Computational genomics and epigenomics have interested Altuna throughout his career. Born in Turkey, he pursued undergraduate studies at the Sabanci University in Istanbul. “My original intent was to study molecular biology, but I got enthusiastic about bioinformatics after talking to a professor there.” He received his PhD from the University of Bergen, in Norway, where he worked on gene regulation, then held postdoctoral positions at Cornell Medical College in New York and at the FMI in Switzerland.
The group includes three postdocs and three PhD students who are engaged in diverse biomedical research projects. A central interest lies in developing original computational models for genomics and epigenomics – the relationship of particular variants of genes and the epigenetic changes they undergo (such as DNA methylation) – to biological processes and disease.

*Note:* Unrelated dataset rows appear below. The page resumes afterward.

#pragma once
// Finished results handed back for reuse. A block's output buffers are a few megabytes; taking
// them from here instead of allocating anew spares the allocator and the kernel's page faults on
// every block, and keeps the memory of a run at the same few buffers from start to end.
#include <mutex>
#include <utility>
#include <vector>

namespace habcast {

template <typename T>
class RecyclingPool {
 public:
  /// A spare object (its buffers keep their capacity) or a new one. Thread-safe.
  T take() {
    std::lock_guard lock(mutex_);
    if (spare_.empty()) return T{};
    T object = std::move(spare_.back());
    spare_.pop_back();
    return object;
  }

  /// Hands `object` back. Thread-safe. The pool never holds more than were ever out at once.
  void give(T&& object) {
    std::lock_guard lock(mutex_);
    spare_.push_back(std::move(object));
  }

 private:
  std::mutex mutex_;
  std::vector<T> spare_;
};

}  // namespace habcast
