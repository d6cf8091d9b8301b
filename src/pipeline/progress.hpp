#pragma once
// Progress of long work: a bar on a terminal, JSON lines for pipelines, or nothing.
#include <chrono>
#include <cstdint>
#include <iosfwd>
#include <memory>
#include <string>

namespace habcast {

class Progress {
 public:
  virtual ~Progress() = default;
  virtual void start(const std::string& task, std::int64_t total) = 0;
  virtual void advance(std::int64_t done) = 0;
  virtual void finish() = 0;
  /// A message for the user (warnings, summaries): text line or JSON event.
  virtual void message(const std::string& level, const std::string& text) = 0;
  /// What `total` counts ("blocks" unless set); call before start().
  virtual void set_unit(const std::string& unit) { (void)unit; }
  /// A short status shown beside the count (e.g. "3/9 tiles, 1 failed"); kept until replaced.
  virtual void note(const std::string& text) { (void)text; }
};

enum class ProgressStyle { automatic, bar, json, quiet };

/// `automatic` shows a bar only when `err` is a terminal (stderr), otherwise plain messages.
std::unique_ptr<Progress> make_progress(ProgressStyle style, std::ostream& err, bool err_is_terminal);

}  // namespace habcast
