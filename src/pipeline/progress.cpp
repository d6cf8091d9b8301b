#include "pipeline/progress.hpp"

#include <nlohmann/json.hpp>
#include <ostream>

namespace habcast {

namespace {

using Clock = std::chrono::steady_clock;

std::string format_seconds(double s) {
  const auto total = static_cast<long long>(s + 0.5);
  char buf[32];
  if (total >= 3600)
    std::snprintf(buf, sizeof buf, "%lldh%02lldm", total / 3600, (total % 3600) / 60);
  else if (total >= 60)
    std::snprintf(buf, sizeof buf, "%lldm%02llds", total / 60, total % 60);
  else
    std::snprintf(buf, sizeof buf, "%llds", total);
  return buf;
}

/// A redrawn single-line bar: "predict [########----------]  42%  120/288 blocks  ETA 12s".
class BarProgress final : public Progress {
 public:
  explicit BarProgress(std::ostream& err) : err_(err) {}
  void start(const std::string& task, std::int64_t total) override {
    task_ = task;
    total_ = total;
    begin_ = Clock::now();
    last_ = begin_ - std::chrono::seconds(1);
    draw(0, true);
  }
  void advance(std::int64_t done) override { draw(done, done == total_); }
  void finish() override {
    if (drawn_) err_ << "\n";
    drawn_ = false;
    err_.flush();
  }
  void message(const std::string& level, const std::string& text) override {
    if (drawn_) err_ << "\r\033[K";
    err_ << (level == "warning" ? "WARNING: " : "") << text << "\n";
    drawn_ = false;
  }
  void set_unit(const std::string& unit) override { unit_ = unit; }
  void note(const std::string& text) override { note_ = text; }

 private:
  void draw(std::int64_t done, bool force) {
    const auto now = Clock::now();
    if (!force && now - last_ < std::chrono::milliseconds(200)) return;
    last_ = now;
    constexpr int width = 30;
    const double fraction = total_ > 0 ? static_cast<double>(done) / static_cast<double>(total_) : 1.0;
    const int filled = static_cast<int>(fraction * width);
    std::string bar(static_cast<std::size_t>(filled), '#');
    bar.append(static_cast<std::size_t>(width - filled), '-');
    const double elapsed = std::chrono::duration<double>(now - begin_).count();
    std::string eta = "";
    if (done > 0 && done < total_) eta = "  ETA " + format_seconds(elapsed / fraction - elapsed);
    char pct[16];
    std::snprintf(pct, sizeof pct, "%3d%%", static_cast<int>(fraction * 100.0));
    err_ << "\r\033[K" << task_ << " [" << bar << "] " << pct << "  " << done << "/" << total_ << " " << unit_
         << (note_.empty() ? "" : "  " + note_) << eta;
    err_.flush();
    drawn_ = true;
  }

  std::ostream& err_;
  std::string task_;
  std::int64_t total_ = 0;
  Clock::time_point begin_, last_;
  bool drawn_ = false;
  std::string unit_ = "blocks";
  std::string note_;
};

/// One JSON object per line on stderr: {"event":"progress","task":...,"done":...,"total":...}.
class JsonProgress final : public Progress {
 public:
  explicit JsonProgress(std::ostream& err) : err_(err) {}
  void start(const std::string& task, std::int64_t total) override {
    task_ = task;
    total_ = total;
    last_ = Clock::now();
    emit({{"event", "start"}, {"task", task_}, {"total", total_}, {"unit", unit_}});
  }
  void advance(std::int64_t done) override {
    const auto now = Clock::now();
    if (done != total_ && now - last_ < std::chrono::seconds(1)) return;
    last_ = now;
    nlohmann::json event{{"event", "progress"}, {"task", task_}, {"done", done}, {"total", total_}};
    if (!note_.empty()) event["note"] = note_;
    emit(event);
  }
  void finish() override { emit({{"event", "finish"}, {"task", task_}}); }
  void message(const std::string& level, const std::string& text) override {
    emit({{"event", "message"}, {"level", level}, {"text", text}});
  }
  void set_unit(const std::string& unit) override { unit_ = unit; }
  void note(const std::string& text) override { note_ = text; }

 private:
  void emit(const nlohmann::json& j) { err_ << j.dump() << "\n" << std::flush; }
  std::ostream& err_;
  std::string task_;
  std::int64_t total_ = 0;
  Clock::time_point last_;
  std::string unit_ = "blocks";
  std::string note_;
};

/// No bar; messages still printed as plain lines (quiet drops informational ones).
class PlainProgress final : public Progress {
 public:
  PlainProgress(std::ostream& err, bool quiet) : err_(err), quiet_(quiet) {}
  void start(const std::string&, std::int64_t) override {}
  void advance(std::int64_t) override {}
  void finish() override {}
  void message(const std::string& level, const std::string& text) override {
    if (quiet_ && level == "info") return;
    err_ << (level == "warning" ? "WARNING: " : "") << text << "\n";
  }

 private:
  std::ostream& err_;
  bool quiet_;
};

}  // namespace

std::unique_ptr<Progress> make_progress(ProgressStyle style, std::ostream& err, bool err_is_terminal) {
  switch (style) {
    case ProgressStyle::bar: return std::make_unique<BarProgress>(err);
    case ProgressStyle::json: return std::make_unique<JsonProgress>(err);
    case ProgressStyle::quiet: return std::make_unique<PlainProgress>(err, true);
    case ProgressStyle::automatic:
      if (err_is_terminal) return std::make_unique<BarProgress>(err);
      return std::make_unique<PlainProgress>(err, false);
  }
  return std::make_unique<PlainProgress>(err, false);
}

}  // namespace habcast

One project in this area, the focus of PhD students Katarzyna Wreczycka and Jonathan Ronen, concerns epigenetic changes found in cancer. While most cases of the disease exhibit features that are unique to individuals, patterns have emerged. Alongside the “usual suspects:” mutations in oncogenes known to disrupt essential biological processes, a number of tumors exhibit mutations in molecules involved in pathways that carry out epigenetic modifications of DNA. The students and their colleagues have further developed and maintained a popular software package called “methylKit” to approach the problem using statistical and machine-learning methods. They are particularly interested in more carefully characterizing brain cancers grouped under the term “neuroblastoma”, which is the most common cancer in infancy. In clinical practice the disease is generally classified into multiple risk categories: intermediate and low-risk categories can frequently be treated or in some cases disappear on their own; however, high-risk tumors relapse after treatment therefore difficult to treat and often aggressive. The scientists hope that their work will lead to a better understanding of the differences between risk categories – and likely the identification of more sub-types.
Another student, Inga Patarcic, is working on data concerning “long-range” gene regulation: the processes by which a gene’s activity is controlled by sequences that may lie far away from it on a strand of DNA, or even on another chromosome altogether. Inga and other members of the group are trying to develop methods that integrate data about many types of gene regulation into a single database.
Katarzyna and scientist Verdan Franke are carrying out a parallel project to process, integrate, analyze and visualize many different types of data through the construction of a tool called “genomation”. This will permit information obtained from diverse experiments to be mapped onto regions of the genome to discover patterns related to complex biological processes and diseases. The effort aims to “translate computer science and statistics research to biological problems” in a way that helps researchers visualize relationships in extremely complex biological data of different types.